WHAT THIS TASK INVOLVES: Find the line containing "const id = attr(tag" in the entries below. Restate it and each line after it, word for word, up to and including the line containing "if (workbookEntry === undefined)".

PROVIDED DATA:
#####
/**
 * Open a workbook and start reading one sheet. The returned `rows` yields each `<row>` present in the sheet (rows a
 * spreadsheet program leaves out of the file, because they are empty, are not yielded), numbered by its `r`.
 */
export async function openXlsxSheet(path: string, options: XlsxOptions = {}): Promise<OpenedSheet> {
  const file = options.displayPath ?? path;
  requireOrdinaryFile(path, { file }, 'data file');
  const zip = await openZip(path, file);
  let closed = false;
  const close = (): void => {
    if (!closed) {
      closed = true;
      zip.close();
    }
  };
  let handedOver = false;
  try {
    const entries = await listEntries(zip, file);
    const damaged = (part: string) => (message: string) =>
      new InputError({
        file,
        problem: `The workbook is damaged: its part ${part} is not well-formed XML`,
        found: message,
        fix: 'Open the workbook in a spreadsheet program and save it again as .xlsx',
      });
    const notWorkbook = (what: string) =>
      new InputError({
        file,
        problem: `The file is a zip archive but not an XLSX workbook (${what} is missing)`,
        fix: 'Save the sheet as an Excel Workbook (.xlsx) or as CSV, and point the claims file at that',
      });

    const relations = async (part: string): Promise<Map<string, { type: string; target: string }>> => {
      const map = new Map<string, { type: string; target: string }>();
      const entry = entries.get(relsPath(part));
      if (entry === undefined) return map;
      const rels = await collect(
        parsePart(zip, entry, options.chunkSize, (p) => {
          const out: Array<{ id: string; type: string; target: string }> = [];
          p.on('opentag', (tag) => {
            if (localName(tag.name) !== 'Relationship') return;
            const id = attr(tag as SaxesTagPlain, 'Id');
            const target = attr(tag as SaxesTagPlain, 'Target');
            if (id !== undefined && target !== undefined) {
              out.push({ id, type: attr(tag as SaxesTagPlain, 'Type') ?? '', target });
            }
          });
          return () => out.splice(0);
        }, damaged(relsPath(part)), file),
      );
      for (const r of rels) map.set(r.id, { type: r.type, target: resolvePart(part, r.target) });
      return map;
    };

    // The workbook part: named by the package relationships, usually xl/workbook.xml.
    let workbookPart = 'xl/workbook.xml';
    for (const r of (await relations('')).values()) {
      if (r.type.endsWith('/officeDocument')) workbookPart = r.target;
    }
    const workbookEntry = entries.get(workbookPart);
    if (workbookEntry === undefined) throw notWorkbook(workbookPart);
    const workbookRels = await relations(workbookPart);

    let date1904 = false;
    const sheetTags = await collect(
      parsePart(zip, workbookEntry, options.chunkSize, (p) => {
        const out: Array<{ name: string; hidden: boolean; rid: string }> = [];
        p.on('opentag', (tag) => {
          if (localName(tag.name) === 'workbookPr') {
            const v = attr(tag as SaxesTagPlain, 'date1904');
            date1904 = v === '1' || v === 'true';
          }
          if (localName(tag.name) !== 'sheet') return;
          const t = tag as SaxesTagPlain;
          out.push({ name: attr(t, 'name') ?? '', hidden: (attr(t, 'state') ?? 'visible') !== 'visible', rid: attr(t, 'id', true) ?? '' });
        });
        return () => out.splice(0);
      }, damaged(workbookPart), file),
    );
    const sheets: SheetInfo[] = sheetTags.map((s) => ({
      name: s.name,
      hidden: s.hidden,
      part: workbookRels.get(s.rid)?.target ?? '',
    }));
    const listed = sheets.map((s) => `"${s.name}"${s.hidden ? ' (hidden)' : ''}`).join(', ');

    let chosen: SheetInfo | undefined;
    if (options.sheet !== undefined) {
      chosen = sheets.find((s) => s.name === options.sheet) ?? sheets.find((s) => s.name.trim().toLowerCase() === options.sheet!.trim().toLowerCase());
      if (chosen === undefined) {
        throw new InputError({
          file,
          field: 'sheet',
          found: options.sheet,
          problem: 'The workbook has no sheet with this name',
          fix: sheets.length > 0 ? `Use one of the sheets in the workbook: ${listed}` : 'Add a sheet with data to the workbook',
        });
      }
    } else {
      chosen = sheets.find((s) => !s.hidden);
      if (chosen === undefined) {
        throw new InputError({
          file,
          problem: sheets.length > 0 ? 'The workbook has no visible sheet' : 'The workbook has no sheets',
          fix: sheets.length > 0 ? `Name the sheet to read with "sheet:" in the claims file; the workbook has ${listed}` : 'Add a sheet with data to the workbook',
        });
      }
    }
    const sheetEntry = entries.get(chosen.part);
    if (sheetEntry === undefined) throw notWorkbook(`the part for sheet "${chosen.name}"`);

    // Shared strings: the workbook relationship of type sharedStrings, usually xl/sharedStrings.xml.
    let stringsPart: string | undefined;
    for (const r of workbookRels.values()) if (r.type.endsWith('/sharedStrings')) stringsPart = r.target;
    const stringsEntry = entries.get(stringsPart ?? 'xl/sharedStrings.xml');
    const shared = stringsEntry === undefined ? [] : await collect(parsePart(zip, stringsEntry, options.chunkSize, sharedStringsHandler, damaged(stringsPart ?? 'xl/sharedStrings.xml'), file, 'strings'));

    // Styles: which cell formats show dates (the workbook relationship of type styles, usually xl/styles.xml).
    let stylesPart: string | undefined;
    for (const r of workbookRels.values()) if (r.type.endsWith('/styles')) stylesPart = r.target;
    const stylesEntry = entries.get(stylesPart ?? 'xl/styles.xml');
    const dateStyles = stylesEntry === undefined ? [] : (await collect(parsePart(zip, stylesEntry, options.chunkSize, stylesHandler, damaged(stylesPart ?? 'xl/styles.xml'), file)))[0] ?? [];

    const batches = sheetRows(zip, sheetEntry, options.chunkSize, { file, sheet: chosen.name, shared, dateStyles, date1904, damaged: damaged(chosen.part) }, close);
    const rows = (async function* () {
      for await (const batch of batches) yield* batch;
    })();
    handedOver = true;
    return { sheet: chosen.name, sheets, rows, batches, close };
  } catch (e) {
    if (e instanceof InputError) throw e;
    // A zip-level failure (bad central directory, checksum, truncated data) while reading the small parts.
    throw new InputError({
      file,
      problem: 'The workbook is damaged: a part of it cannot be unpacked',
      found: e instanceof Error ? e.message : String(e),
      fix: 'Open the workbook in a spreadsheet program and save it again as .xlsx',
    });
  } finally {
    if (!handedOver) close();
  }
}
#####
SOLUTION TO THIS EXERCISE:
            const id = attr(tag as SaxesTagPlain, 'Id');
            const target = attr(tag as SaxesTagPlain, 'Target');
            if (id !== undefined && target !== undefined) {
              out.push({ id, type: attr(tag as SaxesTagPlain, 'Type') ?? '', target });
            }
          });
          return () => out.splice(0);
        }, damaged(relsPath(part)), file),
      );
      for (const r of rels) map.set(r.id, { type: r.type, target: resolvePart(part, r.target) });
      return map;
    };

    // The workbook part: named by the package relationships, usually xl/workbook.xml.
    let workbookPart = 'xl/workbook.xml';
    for (const r of (await relations('')).values()) {
      if (r.type.endsWith('/officeDocument')) workbookPart = r.target;
    }
    const workbookEntry = entries.get(workbookPart);
    if (workbookEntry === undefined) throw notWorkbook(workbookPart);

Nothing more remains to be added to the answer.